[Recorded data]
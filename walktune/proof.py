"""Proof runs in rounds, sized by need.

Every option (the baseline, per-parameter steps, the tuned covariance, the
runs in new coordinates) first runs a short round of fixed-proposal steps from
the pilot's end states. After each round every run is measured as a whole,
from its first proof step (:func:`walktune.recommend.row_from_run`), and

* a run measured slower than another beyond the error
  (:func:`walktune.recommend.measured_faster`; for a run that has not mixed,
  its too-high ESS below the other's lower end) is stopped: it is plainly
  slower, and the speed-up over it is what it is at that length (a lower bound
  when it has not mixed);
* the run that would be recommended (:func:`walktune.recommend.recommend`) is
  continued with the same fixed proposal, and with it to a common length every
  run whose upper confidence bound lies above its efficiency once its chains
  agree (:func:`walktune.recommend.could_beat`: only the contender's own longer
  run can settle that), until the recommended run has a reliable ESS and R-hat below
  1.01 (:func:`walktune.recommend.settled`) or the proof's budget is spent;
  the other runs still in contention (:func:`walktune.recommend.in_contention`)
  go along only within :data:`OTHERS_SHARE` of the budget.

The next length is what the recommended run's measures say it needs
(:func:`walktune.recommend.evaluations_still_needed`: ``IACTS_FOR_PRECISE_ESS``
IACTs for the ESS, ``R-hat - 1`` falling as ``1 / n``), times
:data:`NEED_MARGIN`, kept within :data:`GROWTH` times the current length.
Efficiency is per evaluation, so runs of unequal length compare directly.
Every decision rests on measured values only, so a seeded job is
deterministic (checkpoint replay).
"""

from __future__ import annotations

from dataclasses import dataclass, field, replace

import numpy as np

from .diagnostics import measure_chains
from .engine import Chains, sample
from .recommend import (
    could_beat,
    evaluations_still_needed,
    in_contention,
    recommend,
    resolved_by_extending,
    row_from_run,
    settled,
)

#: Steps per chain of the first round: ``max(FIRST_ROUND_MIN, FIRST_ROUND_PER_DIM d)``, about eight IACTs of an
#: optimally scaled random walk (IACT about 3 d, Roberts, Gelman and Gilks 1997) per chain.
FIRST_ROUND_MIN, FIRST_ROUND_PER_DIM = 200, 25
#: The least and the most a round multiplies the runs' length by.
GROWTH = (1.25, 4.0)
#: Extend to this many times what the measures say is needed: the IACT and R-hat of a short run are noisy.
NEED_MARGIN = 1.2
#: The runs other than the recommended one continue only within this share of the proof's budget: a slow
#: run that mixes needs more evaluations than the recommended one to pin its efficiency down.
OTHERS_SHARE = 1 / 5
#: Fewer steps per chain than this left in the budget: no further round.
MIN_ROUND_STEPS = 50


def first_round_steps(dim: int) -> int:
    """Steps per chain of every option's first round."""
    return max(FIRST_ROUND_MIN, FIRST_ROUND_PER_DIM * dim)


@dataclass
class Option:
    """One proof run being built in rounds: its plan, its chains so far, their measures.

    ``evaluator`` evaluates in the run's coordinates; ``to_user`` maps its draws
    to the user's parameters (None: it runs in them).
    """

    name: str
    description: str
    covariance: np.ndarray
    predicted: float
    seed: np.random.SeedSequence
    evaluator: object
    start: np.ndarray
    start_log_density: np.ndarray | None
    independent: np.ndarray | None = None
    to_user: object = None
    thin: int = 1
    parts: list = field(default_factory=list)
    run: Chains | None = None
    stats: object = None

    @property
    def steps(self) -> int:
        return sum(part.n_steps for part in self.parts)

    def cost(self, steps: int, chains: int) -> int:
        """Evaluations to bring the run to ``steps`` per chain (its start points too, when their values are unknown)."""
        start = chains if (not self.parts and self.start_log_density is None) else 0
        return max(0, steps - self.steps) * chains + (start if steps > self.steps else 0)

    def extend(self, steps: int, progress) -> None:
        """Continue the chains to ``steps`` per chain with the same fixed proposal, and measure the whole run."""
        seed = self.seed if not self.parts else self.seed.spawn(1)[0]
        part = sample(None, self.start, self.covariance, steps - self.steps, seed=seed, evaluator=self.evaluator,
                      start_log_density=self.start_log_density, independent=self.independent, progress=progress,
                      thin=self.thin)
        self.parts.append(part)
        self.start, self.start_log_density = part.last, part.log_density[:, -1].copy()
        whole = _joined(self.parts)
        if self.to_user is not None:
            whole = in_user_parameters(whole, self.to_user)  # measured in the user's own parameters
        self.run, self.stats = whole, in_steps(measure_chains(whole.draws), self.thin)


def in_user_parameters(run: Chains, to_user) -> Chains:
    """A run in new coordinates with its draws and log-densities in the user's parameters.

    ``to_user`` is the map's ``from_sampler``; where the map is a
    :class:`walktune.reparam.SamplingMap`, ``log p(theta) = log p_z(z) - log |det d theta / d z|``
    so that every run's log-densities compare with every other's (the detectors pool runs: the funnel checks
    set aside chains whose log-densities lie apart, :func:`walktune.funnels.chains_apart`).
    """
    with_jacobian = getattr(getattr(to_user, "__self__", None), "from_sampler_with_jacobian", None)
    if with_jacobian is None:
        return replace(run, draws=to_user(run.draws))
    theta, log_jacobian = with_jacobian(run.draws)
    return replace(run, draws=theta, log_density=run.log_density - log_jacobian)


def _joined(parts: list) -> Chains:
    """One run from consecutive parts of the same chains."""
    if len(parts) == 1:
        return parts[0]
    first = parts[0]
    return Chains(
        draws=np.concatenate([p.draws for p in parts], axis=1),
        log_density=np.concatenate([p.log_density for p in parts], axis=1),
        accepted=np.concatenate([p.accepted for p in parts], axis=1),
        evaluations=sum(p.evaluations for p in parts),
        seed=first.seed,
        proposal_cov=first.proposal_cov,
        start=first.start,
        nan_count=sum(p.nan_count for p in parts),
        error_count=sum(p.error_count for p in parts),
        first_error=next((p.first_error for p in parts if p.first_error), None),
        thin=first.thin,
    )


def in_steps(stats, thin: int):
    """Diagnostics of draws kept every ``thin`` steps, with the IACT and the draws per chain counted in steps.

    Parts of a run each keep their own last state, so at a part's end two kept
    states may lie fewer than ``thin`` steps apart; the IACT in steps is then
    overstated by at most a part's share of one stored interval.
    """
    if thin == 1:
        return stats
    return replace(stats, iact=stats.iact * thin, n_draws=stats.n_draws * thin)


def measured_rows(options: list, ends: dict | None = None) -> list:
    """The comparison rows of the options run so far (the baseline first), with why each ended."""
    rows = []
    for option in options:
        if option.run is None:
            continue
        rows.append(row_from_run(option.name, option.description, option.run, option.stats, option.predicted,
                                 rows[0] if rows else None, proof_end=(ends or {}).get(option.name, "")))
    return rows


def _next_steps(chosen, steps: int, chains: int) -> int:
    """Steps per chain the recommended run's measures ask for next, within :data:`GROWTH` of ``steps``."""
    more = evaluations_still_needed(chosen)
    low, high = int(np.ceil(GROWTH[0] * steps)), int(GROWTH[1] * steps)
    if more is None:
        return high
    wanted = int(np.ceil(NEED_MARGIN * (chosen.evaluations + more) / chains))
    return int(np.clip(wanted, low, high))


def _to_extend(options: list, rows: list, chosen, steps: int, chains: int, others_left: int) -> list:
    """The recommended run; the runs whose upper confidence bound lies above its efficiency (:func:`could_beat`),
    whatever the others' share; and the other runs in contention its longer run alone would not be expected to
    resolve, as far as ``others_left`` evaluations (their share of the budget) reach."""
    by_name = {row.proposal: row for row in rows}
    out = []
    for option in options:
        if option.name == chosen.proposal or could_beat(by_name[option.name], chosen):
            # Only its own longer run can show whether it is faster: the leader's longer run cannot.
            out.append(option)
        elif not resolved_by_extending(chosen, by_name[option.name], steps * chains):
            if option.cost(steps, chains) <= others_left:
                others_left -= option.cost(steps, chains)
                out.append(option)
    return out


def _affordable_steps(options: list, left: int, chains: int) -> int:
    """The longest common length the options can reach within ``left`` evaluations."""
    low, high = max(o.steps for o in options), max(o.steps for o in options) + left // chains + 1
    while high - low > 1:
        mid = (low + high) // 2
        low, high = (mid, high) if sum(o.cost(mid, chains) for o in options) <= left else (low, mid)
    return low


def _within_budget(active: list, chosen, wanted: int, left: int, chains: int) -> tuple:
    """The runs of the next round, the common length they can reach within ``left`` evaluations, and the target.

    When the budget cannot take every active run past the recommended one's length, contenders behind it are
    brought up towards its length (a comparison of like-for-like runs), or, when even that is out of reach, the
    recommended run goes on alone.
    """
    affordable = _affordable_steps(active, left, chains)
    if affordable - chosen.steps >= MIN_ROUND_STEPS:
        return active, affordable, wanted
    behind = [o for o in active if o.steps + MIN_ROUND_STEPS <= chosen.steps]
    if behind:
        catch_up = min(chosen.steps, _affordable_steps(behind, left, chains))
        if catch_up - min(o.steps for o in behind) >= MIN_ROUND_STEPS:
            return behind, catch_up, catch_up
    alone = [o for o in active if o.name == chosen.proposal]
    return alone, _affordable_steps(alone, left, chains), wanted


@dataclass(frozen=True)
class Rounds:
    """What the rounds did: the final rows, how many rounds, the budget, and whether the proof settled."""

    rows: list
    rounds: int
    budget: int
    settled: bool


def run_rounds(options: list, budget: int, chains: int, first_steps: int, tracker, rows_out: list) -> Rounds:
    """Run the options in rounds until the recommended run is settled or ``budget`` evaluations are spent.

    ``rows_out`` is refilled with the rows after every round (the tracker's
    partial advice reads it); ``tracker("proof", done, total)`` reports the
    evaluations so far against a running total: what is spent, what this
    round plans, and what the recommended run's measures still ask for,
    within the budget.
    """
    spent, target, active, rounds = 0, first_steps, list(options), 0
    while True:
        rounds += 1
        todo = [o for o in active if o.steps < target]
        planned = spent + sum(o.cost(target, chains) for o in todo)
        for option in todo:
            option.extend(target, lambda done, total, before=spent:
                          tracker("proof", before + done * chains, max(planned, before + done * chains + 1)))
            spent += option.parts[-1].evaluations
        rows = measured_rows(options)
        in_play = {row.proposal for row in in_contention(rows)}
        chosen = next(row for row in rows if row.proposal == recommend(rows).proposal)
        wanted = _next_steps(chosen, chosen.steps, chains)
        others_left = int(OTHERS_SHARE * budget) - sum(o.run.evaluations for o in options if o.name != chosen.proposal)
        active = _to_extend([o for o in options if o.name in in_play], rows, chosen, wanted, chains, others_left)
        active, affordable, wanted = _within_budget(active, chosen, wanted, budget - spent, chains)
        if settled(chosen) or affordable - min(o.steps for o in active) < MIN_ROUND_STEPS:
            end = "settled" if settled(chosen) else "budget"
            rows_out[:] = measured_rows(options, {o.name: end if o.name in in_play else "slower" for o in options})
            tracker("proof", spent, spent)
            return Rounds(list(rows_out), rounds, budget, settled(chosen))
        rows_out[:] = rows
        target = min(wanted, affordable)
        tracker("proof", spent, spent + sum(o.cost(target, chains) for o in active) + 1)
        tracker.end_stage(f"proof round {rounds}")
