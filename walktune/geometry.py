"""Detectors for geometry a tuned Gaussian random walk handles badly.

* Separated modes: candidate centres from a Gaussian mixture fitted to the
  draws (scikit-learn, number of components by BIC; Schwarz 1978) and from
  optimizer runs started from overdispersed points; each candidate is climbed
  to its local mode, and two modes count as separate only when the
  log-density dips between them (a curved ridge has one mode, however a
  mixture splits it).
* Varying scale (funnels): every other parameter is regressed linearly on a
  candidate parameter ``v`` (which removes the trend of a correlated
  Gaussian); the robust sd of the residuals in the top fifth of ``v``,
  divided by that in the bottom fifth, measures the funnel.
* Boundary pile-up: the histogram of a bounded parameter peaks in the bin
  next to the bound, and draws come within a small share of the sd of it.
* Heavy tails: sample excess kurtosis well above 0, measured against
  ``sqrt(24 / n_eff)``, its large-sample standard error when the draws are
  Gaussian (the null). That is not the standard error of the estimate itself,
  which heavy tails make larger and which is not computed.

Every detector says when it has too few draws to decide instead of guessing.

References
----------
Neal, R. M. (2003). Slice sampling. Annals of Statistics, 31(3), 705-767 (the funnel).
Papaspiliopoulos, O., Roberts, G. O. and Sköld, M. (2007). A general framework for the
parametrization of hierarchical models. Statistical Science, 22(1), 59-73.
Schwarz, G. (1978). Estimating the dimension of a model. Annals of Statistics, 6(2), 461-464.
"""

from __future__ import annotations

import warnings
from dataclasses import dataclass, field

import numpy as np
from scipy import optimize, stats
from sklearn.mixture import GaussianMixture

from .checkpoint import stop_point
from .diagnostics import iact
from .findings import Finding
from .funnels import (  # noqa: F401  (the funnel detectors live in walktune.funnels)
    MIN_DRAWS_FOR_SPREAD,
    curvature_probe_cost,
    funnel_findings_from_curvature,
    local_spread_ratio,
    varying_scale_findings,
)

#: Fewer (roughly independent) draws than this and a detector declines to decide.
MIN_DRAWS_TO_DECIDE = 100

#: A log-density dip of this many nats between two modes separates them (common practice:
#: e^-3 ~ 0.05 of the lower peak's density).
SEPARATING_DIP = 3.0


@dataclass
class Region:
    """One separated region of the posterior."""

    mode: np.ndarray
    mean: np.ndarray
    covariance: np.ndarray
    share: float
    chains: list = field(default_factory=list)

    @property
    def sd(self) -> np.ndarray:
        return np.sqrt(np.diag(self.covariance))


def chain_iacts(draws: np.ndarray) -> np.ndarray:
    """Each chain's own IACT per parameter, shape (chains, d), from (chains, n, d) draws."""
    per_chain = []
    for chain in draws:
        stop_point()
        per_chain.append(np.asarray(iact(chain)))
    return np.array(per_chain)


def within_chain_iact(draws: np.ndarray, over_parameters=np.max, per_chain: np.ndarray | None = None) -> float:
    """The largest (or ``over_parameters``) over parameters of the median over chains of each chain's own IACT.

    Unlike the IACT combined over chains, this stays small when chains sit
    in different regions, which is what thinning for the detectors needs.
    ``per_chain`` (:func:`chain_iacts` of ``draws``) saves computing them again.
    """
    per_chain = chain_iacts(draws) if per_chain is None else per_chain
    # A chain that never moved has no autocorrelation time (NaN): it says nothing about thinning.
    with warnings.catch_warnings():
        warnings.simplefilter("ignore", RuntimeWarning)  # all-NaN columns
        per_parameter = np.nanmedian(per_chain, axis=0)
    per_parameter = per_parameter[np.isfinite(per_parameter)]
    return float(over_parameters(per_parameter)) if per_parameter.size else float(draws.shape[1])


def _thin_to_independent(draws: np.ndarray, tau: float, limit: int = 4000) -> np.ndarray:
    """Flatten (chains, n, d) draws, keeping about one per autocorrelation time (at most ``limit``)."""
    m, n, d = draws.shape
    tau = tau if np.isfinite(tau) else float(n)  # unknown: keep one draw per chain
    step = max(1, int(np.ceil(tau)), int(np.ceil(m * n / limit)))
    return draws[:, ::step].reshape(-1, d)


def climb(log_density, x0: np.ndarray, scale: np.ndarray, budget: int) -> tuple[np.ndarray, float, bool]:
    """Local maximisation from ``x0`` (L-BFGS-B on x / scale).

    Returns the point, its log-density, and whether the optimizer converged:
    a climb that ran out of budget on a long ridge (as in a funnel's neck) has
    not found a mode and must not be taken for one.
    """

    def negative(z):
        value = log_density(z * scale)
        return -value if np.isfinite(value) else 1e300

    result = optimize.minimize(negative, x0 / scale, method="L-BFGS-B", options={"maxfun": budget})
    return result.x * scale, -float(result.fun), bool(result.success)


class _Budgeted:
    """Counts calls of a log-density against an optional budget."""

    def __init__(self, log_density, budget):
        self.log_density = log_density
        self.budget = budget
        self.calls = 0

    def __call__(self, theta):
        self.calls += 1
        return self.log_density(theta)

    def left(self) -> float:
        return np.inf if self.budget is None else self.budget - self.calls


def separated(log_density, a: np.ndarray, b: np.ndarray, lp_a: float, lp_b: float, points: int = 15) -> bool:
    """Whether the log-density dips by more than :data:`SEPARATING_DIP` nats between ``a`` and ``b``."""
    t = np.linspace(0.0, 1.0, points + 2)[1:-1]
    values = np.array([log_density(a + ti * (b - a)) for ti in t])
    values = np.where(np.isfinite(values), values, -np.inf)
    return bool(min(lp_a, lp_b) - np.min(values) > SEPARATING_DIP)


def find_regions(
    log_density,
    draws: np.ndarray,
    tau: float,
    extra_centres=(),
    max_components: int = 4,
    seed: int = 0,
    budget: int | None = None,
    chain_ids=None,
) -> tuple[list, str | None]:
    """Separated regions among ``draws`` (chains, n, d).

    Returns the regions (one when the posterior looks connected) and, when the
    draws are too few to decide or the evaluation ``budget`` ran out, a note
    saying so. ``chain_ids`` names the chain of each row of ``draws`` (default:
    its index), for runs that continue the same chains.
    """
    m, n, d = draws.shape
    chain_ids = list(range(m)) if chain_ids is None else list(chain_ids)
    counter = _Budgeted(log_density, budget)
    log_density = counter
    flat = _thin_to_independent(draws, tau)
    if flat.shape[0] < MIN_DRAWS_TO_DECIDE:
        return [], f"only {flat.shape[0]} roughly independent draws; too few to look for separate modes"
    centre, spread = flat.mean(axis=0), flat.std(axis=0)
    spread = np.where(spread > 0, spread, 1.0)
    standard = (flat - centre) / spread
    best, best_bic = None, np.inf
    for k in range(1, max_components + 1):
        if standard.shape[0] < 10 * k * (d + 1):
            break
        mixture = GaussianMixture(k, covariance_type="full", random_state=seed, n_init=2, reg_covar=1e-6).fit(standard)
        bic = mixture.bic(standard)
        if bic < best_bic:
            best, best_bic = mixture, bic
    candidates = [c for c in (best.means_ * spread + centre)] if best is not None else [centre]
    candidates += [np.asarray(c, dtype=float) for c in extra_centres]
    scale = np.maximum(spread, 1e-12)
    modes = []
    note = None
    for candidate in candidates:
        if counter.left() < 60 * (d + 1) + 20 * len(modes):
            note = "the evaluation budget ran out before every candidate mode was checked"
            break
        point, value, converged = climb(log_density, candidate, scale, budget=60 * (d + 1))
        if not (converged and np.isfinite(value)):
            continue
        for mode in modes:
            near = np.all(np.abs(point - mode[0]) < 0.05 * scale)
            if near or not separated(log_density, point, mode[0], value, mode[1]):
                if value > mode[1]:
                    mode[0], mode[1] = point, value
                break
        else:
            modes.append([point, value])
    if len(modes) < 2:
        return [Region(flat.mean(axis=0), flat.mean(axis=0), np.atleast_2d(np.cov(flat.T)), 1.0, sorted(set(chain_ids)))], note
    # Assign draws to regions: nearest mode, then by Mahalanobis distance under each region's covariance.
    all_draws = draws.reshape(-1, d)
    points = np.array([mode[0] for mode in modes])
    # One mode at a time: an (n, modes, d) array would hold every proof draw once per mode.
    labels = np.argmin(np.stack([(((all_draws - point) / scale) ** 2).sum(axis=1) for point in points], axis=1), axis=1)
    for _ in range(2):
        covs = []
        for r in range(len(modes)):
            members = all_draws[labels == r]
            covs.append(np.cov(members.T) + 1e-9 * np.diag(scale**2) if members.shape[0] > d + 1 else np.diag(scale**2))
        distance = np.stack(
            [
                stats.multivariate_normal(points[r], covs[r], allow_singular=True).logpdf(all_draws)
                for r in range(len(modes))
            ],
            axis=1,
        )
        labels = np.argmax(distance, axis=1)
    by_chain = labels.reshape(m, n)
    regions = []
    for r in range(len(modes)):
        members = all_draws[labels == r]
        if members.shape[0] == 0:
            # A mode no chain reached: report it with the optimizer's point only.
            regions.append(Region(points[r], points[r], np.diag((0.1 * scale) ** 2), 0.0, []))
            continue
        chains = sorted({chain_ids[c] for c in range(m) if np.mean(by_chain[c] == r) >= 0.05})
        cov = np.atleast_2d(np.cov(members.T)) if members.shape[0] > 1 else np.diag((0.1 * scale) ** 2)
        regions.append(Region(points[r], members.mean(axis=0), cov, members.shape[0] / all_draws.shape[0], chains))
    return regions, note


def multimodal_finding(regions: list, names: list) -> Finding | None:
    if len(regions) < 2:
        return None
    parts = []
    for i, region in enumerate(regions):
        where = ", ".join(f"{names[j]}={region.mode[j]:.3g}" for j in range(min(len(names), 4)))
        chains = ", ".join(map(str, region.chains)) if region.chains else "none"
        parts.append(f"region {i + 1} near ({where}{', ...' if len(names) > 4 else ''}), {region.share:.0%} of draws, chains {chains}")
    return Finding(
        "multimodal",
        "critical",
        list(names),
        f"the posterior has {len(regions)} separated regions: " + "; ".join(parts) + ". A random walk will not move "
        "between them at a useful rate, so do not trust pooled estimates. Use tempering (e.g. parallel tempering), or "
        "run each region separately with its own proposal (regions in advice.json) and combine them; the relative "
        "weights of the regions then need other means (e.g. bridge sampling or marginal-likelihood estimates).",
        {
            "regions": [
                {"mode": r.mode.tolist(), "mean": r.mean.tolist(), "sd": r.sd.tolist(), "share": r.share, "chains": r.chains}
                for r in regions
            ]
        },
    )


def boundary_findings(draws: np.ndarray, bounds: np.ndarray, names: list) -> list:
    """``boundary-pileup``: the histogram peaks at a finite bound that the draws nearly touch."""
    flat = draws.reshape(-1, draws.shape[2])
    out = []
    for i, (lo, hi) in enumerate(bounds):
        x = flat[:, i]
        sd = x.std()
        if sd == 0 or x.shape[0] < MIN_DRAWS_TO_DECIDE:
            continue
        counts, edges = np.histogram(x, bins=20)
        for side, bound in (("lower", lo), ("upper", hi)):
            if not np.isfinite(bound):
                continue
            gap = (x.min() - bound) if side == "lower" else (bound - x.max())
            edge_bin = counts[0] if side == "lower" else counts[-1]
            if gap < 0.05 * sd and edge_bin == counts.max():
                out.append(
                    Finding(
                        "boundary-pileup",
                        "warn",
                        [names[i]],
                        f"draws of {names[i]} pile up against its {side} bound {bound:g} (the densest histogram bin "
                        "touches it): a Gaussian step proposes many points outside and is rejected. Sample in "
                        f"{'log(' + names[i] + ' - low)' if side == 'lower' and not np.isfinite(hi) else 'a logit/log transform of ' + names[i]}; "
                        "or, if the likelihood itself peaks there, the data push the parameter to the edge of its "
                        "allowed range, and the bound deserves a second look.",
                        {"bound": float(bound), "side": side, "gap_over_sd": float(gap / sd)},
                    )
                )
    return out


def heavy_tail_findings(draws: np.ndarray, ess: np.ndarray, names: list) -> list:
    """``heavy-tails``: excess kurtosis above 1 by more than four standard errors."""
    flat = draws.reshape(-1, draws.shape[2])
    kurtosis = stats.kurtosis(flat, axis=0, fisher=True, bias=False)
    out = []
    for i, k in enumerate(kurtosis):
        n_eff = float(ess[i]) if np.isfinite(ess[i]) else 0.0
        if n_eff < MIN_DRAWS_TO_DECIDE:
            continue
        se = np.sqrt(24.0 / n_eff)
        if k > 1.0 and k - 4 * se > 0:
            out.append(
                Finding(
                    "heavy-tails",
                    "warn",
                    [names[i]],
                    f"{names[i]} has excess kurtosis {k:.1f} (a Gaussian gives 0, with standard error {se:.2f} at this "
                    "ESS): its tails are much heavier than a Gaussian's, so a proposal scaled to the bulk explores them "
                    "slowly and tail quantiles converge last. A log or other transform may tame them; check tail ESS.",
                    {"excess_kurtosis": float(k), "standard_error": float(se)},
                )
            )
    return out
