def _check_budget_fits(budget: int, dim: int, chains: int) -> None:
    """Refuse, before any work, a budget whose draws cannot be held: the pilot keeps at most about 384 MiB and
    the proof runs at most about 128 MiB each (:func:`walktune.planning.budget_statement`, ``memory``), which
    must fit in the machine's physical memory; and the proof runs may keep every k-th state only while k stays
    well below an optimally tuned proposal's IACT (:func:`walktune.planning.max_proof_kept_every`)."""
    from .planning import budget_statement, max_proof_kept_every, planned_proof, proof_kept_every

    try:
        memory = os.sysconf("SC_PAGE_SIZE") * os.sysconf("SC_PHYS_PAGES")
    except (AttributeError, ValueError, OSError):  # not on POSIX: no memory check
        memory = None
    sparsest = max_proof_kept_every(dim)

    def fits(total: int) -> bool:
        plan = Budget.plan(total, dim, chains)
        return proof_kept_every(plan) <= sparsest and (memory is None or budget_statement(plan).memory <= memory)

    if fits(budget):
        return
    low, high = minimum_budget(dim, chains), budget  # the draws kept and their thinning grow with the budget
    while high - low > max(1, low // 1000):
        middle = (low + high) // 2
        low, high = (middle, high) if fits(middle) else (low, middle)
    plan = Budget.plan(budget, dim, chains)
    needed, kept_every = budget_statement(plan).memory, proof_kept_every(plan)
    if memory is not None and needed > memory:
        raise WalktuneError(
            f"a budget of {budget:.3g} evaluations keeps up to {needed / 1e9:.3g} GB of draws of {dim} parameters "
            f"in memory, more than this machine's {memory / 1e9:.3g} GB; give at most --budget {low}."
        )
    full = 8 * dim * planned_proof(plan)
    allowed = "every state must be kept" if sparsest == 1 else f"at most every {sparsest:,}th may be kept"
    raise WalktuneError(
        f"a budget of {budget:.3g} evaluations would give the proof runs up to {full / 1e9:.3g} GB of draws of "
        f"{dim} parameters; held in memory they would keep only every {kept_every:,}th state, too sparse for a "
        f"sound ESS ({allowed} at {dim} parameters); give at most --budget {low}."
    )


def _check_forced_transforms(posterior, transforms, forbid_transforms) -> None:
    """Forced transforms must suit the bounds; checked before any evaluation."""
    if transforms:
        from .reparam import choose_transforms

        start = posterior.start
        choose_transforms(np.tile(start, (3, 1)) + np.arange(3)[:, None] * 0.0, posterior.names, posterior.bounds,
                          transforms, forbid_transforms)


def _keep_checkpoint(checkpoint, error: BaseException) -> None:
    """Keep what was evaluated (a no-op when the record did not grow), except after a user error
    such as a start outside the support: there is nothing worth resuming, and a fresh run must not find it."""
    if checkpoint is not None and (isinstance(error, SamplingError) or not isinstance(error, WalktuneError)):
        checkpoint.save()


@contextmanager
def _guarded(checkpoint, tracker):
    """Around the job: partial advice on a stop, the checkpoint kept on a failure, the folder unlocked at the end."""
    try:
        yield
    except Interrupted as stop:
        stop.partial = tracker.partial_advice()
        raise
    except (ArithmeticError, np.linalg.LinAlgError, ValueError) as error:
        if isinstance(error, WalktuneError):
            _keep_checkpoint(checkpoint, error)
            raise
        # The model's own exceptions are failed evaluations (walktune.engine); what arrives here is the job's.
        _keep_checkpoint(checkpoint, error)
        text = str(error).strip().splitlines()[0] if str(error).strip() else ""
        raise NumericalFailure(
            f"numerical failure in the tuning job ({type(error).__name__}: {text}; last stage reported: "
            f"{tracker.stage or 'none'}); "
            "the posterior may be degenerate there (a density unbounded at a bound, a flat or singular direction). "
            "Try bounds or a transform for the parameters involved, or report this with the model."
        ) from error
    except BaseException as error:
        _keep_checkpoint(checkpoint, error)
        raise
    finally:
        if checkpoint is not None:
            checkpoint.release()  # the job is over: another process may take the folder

### Exercise description
The required output is the stretch of entries above from the line containing "rows = measured_rows(options)" through the line containing "walk handles badly.", reproduced exactly.

### Finished exercise
        rows = measured_rows(options)
        in_play = {row.proposal for row in in_contention(rows)}
        chosen = next(row for row in rows if row.proposal == recommend(rows).proposal)
        wanted = _next_steps(chosen, chosen.steps, chains)
        others_left = int(OTHERS_SHARE * budget) - sum(o.run.evaluations for o in options if o.name != chosen.proposal)
        active = _to_extend([o for o in options if o.name in in_play], rows, chosen, wanted, chains, others_left)
        active, affordable, wanted = _within_budget(active, chosen, wanted, budget - spent, chains)
        if settled(chosen) or affordable - min(o.steps for o in active) < MIN_ROUND_STEPS:
            end = "settled" if settled(chosen) else "budget"
            rows_out[:] = measured_rows(options, {o.name: end if o.name in in_play else "slower" for o in options})
            tracker("proof", spent, spent)
            return Rounds(list(rows_out), rounds, budget, settled(chosen))
        rows_out[:] = rows
        target = min(wanted, affordable)
        tracker("proof", spent, spent + sum(o.cost(target, chains) for o in active) + 1)
        tracker.end_stage(f"proof round {rounds}")
filename walktune/geometry.py
"""Detectors for geometry a tuned Gaussian random walk handles badly.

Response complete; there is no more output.